Okpete UE, Byeon H. Brain-derived neurotrophic factor alterations and cognitive decline in schizophrenia: Implications for early intervention. World J Psychiatry 2025; 15(1): 102131 [DOI: 10.5498/wjp.v15.i1.102131]
Corresponding Author of This Article
Haewon Byeon, PhD, Associate Professor, Department of Digital Anti-aging Healthcare (BK21), Inje University, 197 Injero, Gimhae 50834, South Korea. bhwpuma@naver.com
Research Domain of This Article
Psychiatry
Article-Type of This Article
Letter to the Editor
Open-Access Policy of This Article
This article is an open-access article which was selected by an in-house editor and fully peer-reviewed by external reviewers. It is distributed in accordance with the Creative Commons Attribution Non Commercial (CC BY-NC 4.0) license, which permits others to distribute, remix, adapt, build upon this work non-commercially, and license their derivative works on different terms, provided the original work is properly cited and the use is non-commercial. See: http://creativecommons.org/licenses/by-nc/4.0/
World J Psychiatry. Jan 19, 2025; 15(1): 102131 Published online Jan 19, 2025. doi: 10.5498/wjp.v15.i1.102131
Brain-derived neurotrophic factor alterations and cognitive decline in schizophrenia: Implications for early intervention
Uchenna E Okpete, Haewon Byeon
Uchenna E Okpete, Haewon Byeon, Department of Digital Anti-aging Healthcare (BK21), Inje University, Gimhae 50834, South Korea
Author contributions: Okpete UE involved in data interpretation and developed methodology; Byeon H designed the study; Okpete UE and Byeon H contributed to this paper and assisted with writing the article; all of the authors read and approved the final version of the manuscript to be published.

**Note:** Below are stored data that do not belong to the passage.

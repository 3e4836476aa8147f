"""The pipeline every command shares: load -> analyse (the phantom kind) -> judge (bands) ->
write the result folder.

``measure_volume`` (library: a loaded volume in, an :class:`~phantometry.phantoms.base.Analysis`
out), ``write_results`` (an analysis into a folder) and ``measure`` (files in, result folder
out) are what ``phantometry measure`` wires; ``compare`` runs the same steps for every series.
The phantom-specific work lives in the kind modules of :mod:`phantometry.phantoms`.
"""

from __future__ import annotations

import contextlib
import dataclasses
import os
from pathlib import Path
from typing import Any, Callable, Iterator, Sequence

import numpy as np

from . import __version__
from .bands import BandSet, apply_bands, check_band_set, load_band_set
from .errors import FillRecordError, InputError, PhantomNotFound, PhantometryError
from .fill import FillRecord, load_fill_record
from .phantoms import kind_of, load_template
from .phantoms.base import Analysis, AnalysisSettings, PhantomKind
from .protocol import protocol_checks
from .results import CAUTION, measurements_csv, to_json
from .sitetime import SiteClock, resolve_volume_time, site_clock
from .templates import Template
from .volume import Volume

#: Version of the measurements.json layout (raised when a key changes meaning or goes away;
#: new keys may appear without a change).
SCHEMA_VERSION = 2


def measure_volume(
    volume: Volume,
    template: Template,
    fill: FillRecord,
    *,
    overrides: dict[str, np.ndarray] | None = None,
    where: str | None = None,
    bands: Sequence[BandSet | str | os.PathLike] | None = None,
    uncertainties: bool = True,
    resolution: bool = True,
    variance_power: float = 1.0,
    progress: Callable[[str], None] | None = None,
    timezone: str | None = None,
) -> Analysis:
    """Locate the phantom and compute every metric its template's analysis kind defines.

    Parameters
    ----------
    volume : Volume in Bq/mL with a timezone-aware ``acquired_at``.
    template : the phantom template; its ``analysis.kind`` chooses the analysis
        (:mod:`phantometry.phantoms`).
    fill : the fill record; true concentrations are decay-corrected to ``volume.acquired_at``.
    overrides : manual insert centres, world mm.
    bands : acceptance band sets (:class:`phantometry.bands.BandSet`, names or files) whose
        verdicts fill the rows' ``band``, ``band_low``, ``band_high``, ``verdict``
        (:func:`judge`).
    uncertainties : estimate the noise and give every metric it can its standard uncertainty.
    resolution : fit the effective resolution (kinds with a model for it).
    variance_power : ``p`` of the noise level law ``var ~ level^p`` (1: Poisson-like).
    progress : called with a short text as each long step starts (locating, measuring,
        uncertainties); None: silent.
    timezone : IANA zone of the site (``--timezone``) for a volume loaded without one
        (time basis ``unresolved``); else the fill record's ``timezone:`` or its offset
        (:mod:`phantometry.sitetime`).

    Before the analysis the site time is settled and the fill record checked against the scan
    (a fill time after the scan start is refused); after it, the fill record's stated
    uncertainties fill the rows' ``uncertainty_fill`` (:func:`apply_fill_uncertainty`) and
    the protocol checks are made (:mod:`phantometry.protocol`).

    Returns
    -------
    Analysis (the kind's subclass) with :class:`~phantometry.results.Measurement` rows.
    """
    where = where or volume.source or "image"
    fill.check_inserts(template)
    kind = kind_of(template)
    volume, time_warnings = settle_site_time(volume, fill, timezone, where)
    settings = AnalysisSettings(uncertainties=uncertainties, resolution=resolution, variance_power=variance_power, progress=progress)
    settings.step(f"locating the phantom (template {template.name})")
    analysis = kind.analyse(volume, template, fill, overrides=overrides, where=where, settings=settings)
    # the loader's warnings about the image (Volume.warnings) and the clock come first
    analysis.warnings[:0] = [w for w in (*volume.warnings, *time_warnings) if w not in analysis.warnings]
    apply_fill_uncertainty(analysis)
    analysis.protocol_checks = protocol_checks(analysis)
    if bands:
        judge(analysis, [load_band_set(b) for b in bands])
    return analysis


def settle_site_time(volume: Volume, fill: FillRecord, timezone: str | None, where: str) -> tuple[Volume, list[str]]:
    """The volume with its times in the site's zone, and what the user must know about them.

    A volume loaded without a zone (basis ``unresolved``) gets the site's zone
    (:func:`phantometry.sitetime.site_clock`); an inferred basis (the fill record's offset)
    is warned about; a header offset that disagrees with a given zone at the scan time is
    warned about; a fill time after the scan start is refused and a long gap for a
    short-lived nuclide warned about (:func:`phantometry.sitetime.check_fill_against_scan`).
    """
    from .sitetime import BASIS_FILL_OFFSET, BASIS_HEADER, BASIS_UNRESOLVED, check_fill_against_scan, offset_text, site_clock

    warns: list[str] = []
    clock = site_clock(fill, timezone) if (volume.time_basis in (BASIS_UNRESOLVED, BASIS_FILL_OFFSET, BASIS_HEADER)) else None
    if volume.time_basis == BASIS_UNRESOLVED and clock is not None:
        volume = resolve_volume_time(volume, clock)
    if volume.time_basis == BASIS_FILL_OFFSET and clock is not None and clock.note:
        warns.append(f"time basis inferred: {clock.note}")
    if volume.time_basis == BASIS_HEADER and clock is not None and not clock.inferred and volume.acquired_at is not None:
        try:
            local = volume.acquired_at.astimezone(clock.zone)
        except OverflowError:  # a time at the calendar's end: the fill checks below refuse it
            local = volume.acquired_at
        if local.utcoffset() != volume.acquired_at.utcoffset():
            warns.append(
                f"the image's TimezoneOffsetFromUTC ({offset_text(volume.acquired_at)}) differs from the given zone "
                f"{clock.label} ({offset_text(local)} at the scan time); the image's own offset is used"
            )
    warns += check_fill_against_scan(fill, volume, where)
    return volume, warns


def apply_fill_uncertainty(analysis: Analysis) -> Analysis:
    """Fill every fill-dependent row's ``uncertainty_fill`` (in place) from the fill record's
    stated input uncertainties (:meth:`phantometry.fill.FillRecord.uncertainties`) and the
    row's sensitivity (:meth:`phantometry.phantoms.base.Analysis.fill_sensitivity`).

    Nothing changes when the fill record states no uncertainty.
    """
    fill = analysis.fill
    if not fill.has_uncertainties or analysis.volume.acquired_at is None:
        return analysis
    names = [n for n in analysis.true_insert_bq_ml if analysis.true_insert_bq_ml[n] > 0]
    fu = fill.uncertainties(analysis.volume.acquired_at, names)
    analysis.fill_uncertainty = fu
    for i, row in enumerate(analysis.rows):
        sens = analysis.fill_sensitivity(row)
        if sens is None:
            continue
        what, name, factor = sens
        if what == "background":
            u = factor * fu.background_rel
        elif what == "insert" and name in fu.insert_rel:
            u = factor * fu.insert_rel[name]
        elif what == "ratio" and name in fu.ratio:
            u = factor * fu.ratio[name]
        else:
            continue
        analysis.rows[i] = dataclasses.replace(row, uncertainty_fill=float(u))
    return analysis


def judge(analysis: Analysis, band_sets: Sequence[BandSet]) -> Analysis:
    """Apply acceptance band sets to an analysis's rows (in place) and record them on it.

    Each set is checked against the template (ROIs and metrics its kind produces); warnings
    (e.g. a band set for another activity ratio) join the analysis's warnings.
    """
    known = kind_of(analysis.template).known_metrics(analysis.template)
    for bs in band_sets:
        check_band_set(bs, analysis.template.name, known)
    rows, warns = apply_bands(analysis.rows, band_sets, fill=analysis.fill)
    analysis.protocol_checks = protocol_checks(analysis, band_sets)
    doubtful = {key: c for c in analysis.placement_checks if not c.confirmed for key in c.rows}
    for i, r in enumerate(rows):
        check = doubtful.get((r.roi, r.metric))
        if check is not None and r.verdict in ("pass", "fail"):
            rows[i] = dataclasses.replace(r, verdict="n/a", note=_join_note(
                r.note, f"verdict withheld: {check.roi_set} ROIs not confirmed in the image ({check.note or 'see placement_quality'})"))
    analysis.rows[:] = rows
    analysis.warnings.extend(w for w in warns if w not in analysis.warnings)
    analysis.band_sets = list(band_sets)
    return analysis


def _join_note(note: str | None, extra: str) -> str:
    return extra if not note else f"{note}; {extra}"


def analysis_json(analysis: Analysis) -> dict[str, Any]:
    """The measurements.json document (``schema_version`` :data:`SCHEMA_VERSION`)."""
    return {
        "schema_version": SCHEMA_VERSION,
        "tool": {"name": "phantometry", "version": __version__},
        "caution": CAUTION,
        "series": analysis.volume.summary(),
        "template": {"name": analysis.template.name, "title": analysis.template.title, "source": analysis.template.source_path,
                     "analysis_kind": analysis.template.analysis.kind},
        "fill_record": analysis.fill.to_dict(),
        "true_concentrations_bq_ml": {"background": analysis.true_background_bq_ml, **analysis.true_insert_bq_ml},
        "fill_uncertainty": _fill_uncertainty_json(analysis),
        "protocol_checks": [c.as_dict() for c in analysis.protocol_checks],
        "localisation": analysis.placement.as_dict(),
        "placement_quality": [c.as_dict() for c in analysis.placement_checks],
        "warnings": analysis.warnings,
        **analysis.json_extras(),
        "bands": [{k: v for k, v in b.summary().items() if k != "entries"} for b in analysis.band_sets],
        "measurements": [r.as_dict() for r in analysis.rows],
    }


def _fill_uncertainty_json(analysis: Analysis) -> dict[str, Any] | None:
    """Relative standard uncertainties of the true concentrations and standard uncertainties
    of the activity ratios from the fill record's inputs (None when it states none)."""
    fu = analysis.fill_uncertainty
    if fu is None:
        return None
    return {
        "true_concentration_relative": {"background": fu.background_rel, **fu.insert_rel},
        "activity_ratio": fu.ratio,
        "method": "GUM law of propagation (JCGM 100:2008) of the fill record's stated standard uncertainties",
    }


def write_results(
    analysis: Analysis,
    folder: str | os.PathLike,
    *,
    overlay: bool = True,
    pictures: bool = True,
    report: bool = False,
    seg: bool = False,
    source_paths: Sequence[str | os.PathLike] | None = None,
) -> list[str]:
    """Write an analysis into an existing folder; returns the names of the files written.

    ``measurements.csv`` and ``measurements.json`` always; ``overlay.png`` (``overlay``); the
    kind's extra pictures (``pictures``; e.g. ``recovery_curve.png``); ``rois_seg.dcm``
    (``seg``; the source DICOM files are re-read from ``source_paths``); ``report.html``
    (``report``, last, so it embeds the pictures written before it).
    """
    folder = Path(folder)
    written = ["measurements.csv", "measurements.json"]
    (folder / "measurements.csv").write_text(measurements_csv(analysis.rows), encoding="utf-8")
    (folder / "measurements.json").write_text(to_json(analysis_json(analysis)), encoding="utf-8")
    if overlay:
        from .figures import overlay_picture

        overlay_picture(analysis.overlay(), folder / "overlay.png")
        written.append("overlay.png")
    if pictures:
        for name, draw in analysis.pictures().items():
            draw(folder / name)
            written.append(name)
    if seg:
        from .seg import write_seg

        write_seg(analysis, folder / "rois_seg.dcm", source_paths=source_paths)
        written.append("rois_seg.dcm")
    if report:
        from .report import write_measure_report

        write_measure_report(analysis, folder / "report.html", folder=folder)
        written.append("report.html")
    return written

Supported by Basic Science Research Program Through the National Research Foundation of Korea (NRF) Funded By the Ministry of Education, No. NRF-RS-2023-00237287.

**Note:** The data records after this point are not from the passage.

# ============================================================================== measure report
def measure_report_html(analysis: "Analysis", *, folder: str | os.PathLike | None = None) -> str:
    """The report of one measurement as an HTML string.

    Parameters
    ----------
    analysis : Analysis
        From :func:`phantometry.measure.measure_volume` (bands applied if any), of any kind.
    folder : path, optional
        The result folder; its ``overlay.png`` and the kind's other pictures are embedded
        from it, otherwise they are drawn here.
    """
    from .figures import overlay_picture

    vol = analysis.volume
    tpl = analysis.template
    fill = analysis.fill
    rows = analysis.rows
    folder = Path(folder) if folder is not None else None
    overlay = _read(folder / "overlay.png") if folder else None
    if overlay is None:
        overlay = _png_of(lambda p: overlay_picture(analysis.overlay(), p))
    extra = []
    for name, draw in analysis.pictures().items():
        png = _read(folder / name) if folder else None
        extra.append((name, png if png is not None else _png_of(draw)))
    rec = vol.reconstruction
    scanner = " ".join(x for x in (vol.scanner.manufacturer, vol.scanner.model) if x)
    series_items = [
        ("description", vol.series_description),
        ("series UID", vol.series_uid),
        ("series number", vol.series_number),
        ("scanner", scanner or None),
        ("station", vol.scanner.station),
        ("reconstruction", rec.label()),
        ("reference time", vol.acquired_at.isoformat() if vol.acquired_at else None),
        ("scan start", vol.scan_start.isoformat() if getattr(vol, "scan_start", None) else None),
        ("time basis", (f"{vol.time_basis}, {vol.time_zone}" if vol.time_zone else vol.time_basis) if getattr(vol, "time_basis", None) else None),
        ("decay reference", getattr(vol, "decay_reference", None)),
        ("frame duration", f"{vol.frame_duration_s / 60:.3g} min" if getattr(vol, "frame_duration_s", None) else None),
        ("nuclide", vol.nuclide),
        ("source units", vol.original_units),
        ("matrix (z, y, x)", " x ".join(str(n) for n in vol.shape)),
        ("voxel (z, y, x) mm", " x ".join(f"{s:.3g}" for s in vol.spacing_mm)),
        ("source", vol.source),
    ]
    true_bg = analysis.true_background_bq_ml
    hot_ratios = sorted({round(c / true_bg, 3) for c in analysis.true_insert_bq_ml.values() if _finite(true_bg) and true_bg > 0 and c > true_bg})
    ratio = ", ".join(f"{r:g} : 1" for r in hot_ratios) or None
    fill_items = [
        ("fill record", fill.source),
        ("nuclide", fill.nuclide.name),
        ("background at scan time", f"{analysis.true_background_bq_ml / 1000:.3f} kBq/mL" if _finite(getattr(analysis, "true_background_bq_ml", None)) else None),
        ("hot inserts : background", ratio),
        ("cold inserts", ", ".join(fill.cold) if fill.cold else "none"),
        ("true background uncertainty", f"{100 * analysis.fill_uncertainty.background_rel:.2g} % (k = 1, from the fill record)"
         if getattr(analysis, "fill_uncertainty", None) is not None else None),
        ("site", getattr(fill, "site", None)),
        ("phantom", getattr(fill, "phantom", None)),
        ("note", getattr(fill, "operator_note", None)),
    ]
    pl = analysis.placement.as_dict()
    loc_items = [
        ("axis tilt", f"{pl['axis_tilt_deg']:.2f} deg"),
        ("ring match score", pl.get("ring_score")),
        ("translation (mm)", ", ".join(f"{v:.1f}" for v in pl["translation_mm"])),
    ]
    fits = "".join(
        f"<tr><td>{esc(n)}</td><td class=\"num\">{format_value(f.get('residual_mm'), 'mm')}</td>"
        f"<td class=\"num\">{format_value(f.get('signal_to_noise'), '%')}</td><td>{esc(f.get('source'))}</td></tr>"
        for n, f in pl["inserts"].items()
    )
    fit_table = ('<table id="fits"><caption>Insert fit: distance of each refined centre from the rigid fit.</caption>'
                 "<thead><tr><th>insert</th><th class=\"num\">residual (mm)</th><th class=\"num\">signal / noise</th><th>source</th></tr></thead>"
                 f"<tbody>{fits}</tbody></table>") if fits else ""
    warn = "".join(f"<li>{esc(w)}</li>" for w in analysis.warnings)
    body = (
        '<section id="verdict"><h2>Verdict</h2>' + _verdict_summary(rows) + "</section>"
        '<section id="summary" class="summary">'
        f'<div><h2>Series</h2>{_dl(series_items)}</div><div><h2>Fill record</h2>{_dl(fill_items)}</div></section>'
        f'<section id="placement"><h2>ROI placement</h2>{_dl(loc_items)}'
        + _figure(overlay, "ROI overlay", "Every ROI where it was measured, on the image planes named above each view; the key and "
                    "the lines under the picture say what each outline is.")
        + fit_table + "</section>"
        '<section id="results"><h2>Results</h2>' + "".join(_grid_table(rows, g) for g in analysis.result_grids())
        + "".join(_figure(png, name, analysis.picture_captions().get(name) or _PICTURE_CAPTIONS.get(name, name)) for name, png in extra)
        + f"<h2>All measurements</h2>{_measurements_table(rows)}</section>"
        + _protocol_table(getattr(analysis, "protocol_checks", []))
        + (f'<section id="warnings"><h2>Warnings</h2><ul class="warnings">{warn}</ul></section>' if warn else "")
    )
    title = "Phantom image-quality report"
    from .phantoms.base import series_name

    subtitle = f"{tpl.title} | {series_name(vol)} | {rec.label()}"
    return _page(title, subtitle, body)


def write_measure_report(analysis: "Analysis", path: str | os.PathLike, *, folder: str | os.PathLike | None = None) -> Path:
    """Write :func:`measure_report_html` to ``path`` (UTF-8)."""
    out = Path(path)
    out.write_text(measure_report_html(analysis, folder=folder), encoding="utf-8")
    return out


# ============================================================================== compare report
def _value_cell(rows: Sequence[Measurement], metric: str) -> str:
    """One table cell: the value of an ROI's metric with its uncertainty, ticked or crossed
    against its band when it has one; a dash when the setting has no such value."""
    if not rows:
        return f'<td class="num" data-metric="{esc(metric)}">&ndash;</td>'
    v = _worst(r.verdict for r in rows)
    mark = " &#10007;" if v == "fail" else (" &#10003;" if v == "pass" else "")
    cls = " v-fail" if v == "fail" else (" v-pass" if v == "pass" else "")
    r = rows[0]
    return f'<td class="num{cls}" data-metric="{esc(metric)}">{format_value(r.value, r.unit, r.uncertainty)}{mark}</td>'


def _rows_by(outcome, metric: str) -> dict[str, list[Measurement]]:
    by: dict[str, list[Measurement]] = {}
    for r in outcome.rows:
        if r.metric == metric:
            by.setdefault(r.roi, []).append(r)
    return by


def _listed_settings(result: "ComparisonResult") -> list:
    """The settings as the value tables list them: by number when ranked (the ranking is
    above), by label when not."""
    return result.succeeded if result.ranked else by_label(result.outcomes)


def _caption(result: "ComparisonResult", columns: str) -> str:
    if result.ranked:
        return f"Rows: settings; columns: {columns}; &#10003; inside / &#10007; outside the band."
    return f"Rows: settings, by label; columns: {columns}; values &plusmn; standard uncertainty."


def _settings_matrix(result: "ComparisonResult", table: KeyMetricColumns) -> str:
    """Values of one key metric: one row per measured setting, one column per ROI that has it."""
    metric, rois = table.metric, table.rois
    head = "<thead><tr><th class=\"num\">#</th><th>setting</th>" + "".join(
        f"<th class=\"num\">{esc(name)}</th>" for name in short_roi_names(rois)) + "</tr></thead>"
    body = []
    for o in _listed_settings(result):
        by = _rows_by(o, metric)
        cells = "".join(_value_cell(by.get(roi, []), metric) for roi in rois)
        body.append(f"<tr><td class=\"num\">{o.job.number}</td><td>{esc(o.label)}</td>{cells}</tr>")
    tid = "matrix-" + metric.replace("_", "-")
    title = table.title if table.title == metric else f"{table.title} ({metric})"
    return (f'<h3>{esc(title)}</h3><table id="{esc(tid)}"><caption>{_caption(result, "ROIs")}</caption>{head}'
            f'<tbody>{"".join(body)}</tbody></table>')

Conflict-of-interest statement: No benefits in any form have been received or will be received from a commercial party related directly or indirectly to the subject of this article.
Open-Access: This article is an open-access article that was selected by an in-house editor and fully peer-reviewed by external reviewers. It is distributed in accordance with the Creative Commons Attribution NonCommercial (CC BY-NC 4.0) license, which permits others to distribute, remix, adapt, build upon this work non-commercially, and license their derivative works on different terms, provided the original work is properly cited and the use is non-commercial. See: https://creativecommons.org/Licenses/by-nc/4.0/
Corresponding author: Haewon Byeon, PhD, Associate Professor, Department of Digital Anti-aging Healthcare (BK21), Inje University, 197 Injero, Gimhae 50834, South Korea. bhwpuma@naver.com
Received: October 9, 2024 Revised: November 12, 2024 Accepted: December 2, 2024 Published online: January 19, 2025 Processing time: 69 Days and 21 Hours
Abstract
This manuscript explores the recent study by Cui et al which assessed the interplay between inflammatory cytokines and brain-derived neurotrophic factor (BDNF) levels in first-episode schizophrenia patients. The study revealed that higher levels of interleukin-6 and tumor necrosis factor-α correlated with reduced BDNF levels and poorer cognitive performance. Schizophrenia is a severe psychiatric disorder impacting approximately 1% of the global population, characterized by positive symptoms (hallucinations and delusions), negative symptoms (diminished motivation and cognitive impairments) and disorganized thoughts and behaviors. Emerging research highlights the role of BDNF as a potential biomarker for early diagnosis and therapeutic targeting. The findings from Cui et al’s study suggest that targeting neuroinflammation and enhancing BDNF levels may improve cognitive outcomes. Effective treatment approaches involve a combination of pharmacological and non-pharmacological interventions tailored to individual patient needs. Hence, monitoring cognitive and neuroinflammatory markers is essential for improving patient outcomes and quality of life. Consequently, this manuscript highlights the need for an integrated approach to schizophrenia management, considering both clinical symptoms and underlying neurobiological changes.
Core Tip: The recent research by Cui et al highlights the role of brain-derived neurotrophic factor and inflammatory markers, such as interleukin-6, in cognitive impairment, as well as in early diagnosis and treatment of schizophrenia. Thus, we emphasize the importance of personalized treatment that integrates pharmacological and non-pharmacological interventions, combined with continuous monitoring of cognitive function and neuroinflammatory markers, to optimize patient outcomes and address both symptomatic and cognitive challenges effectively.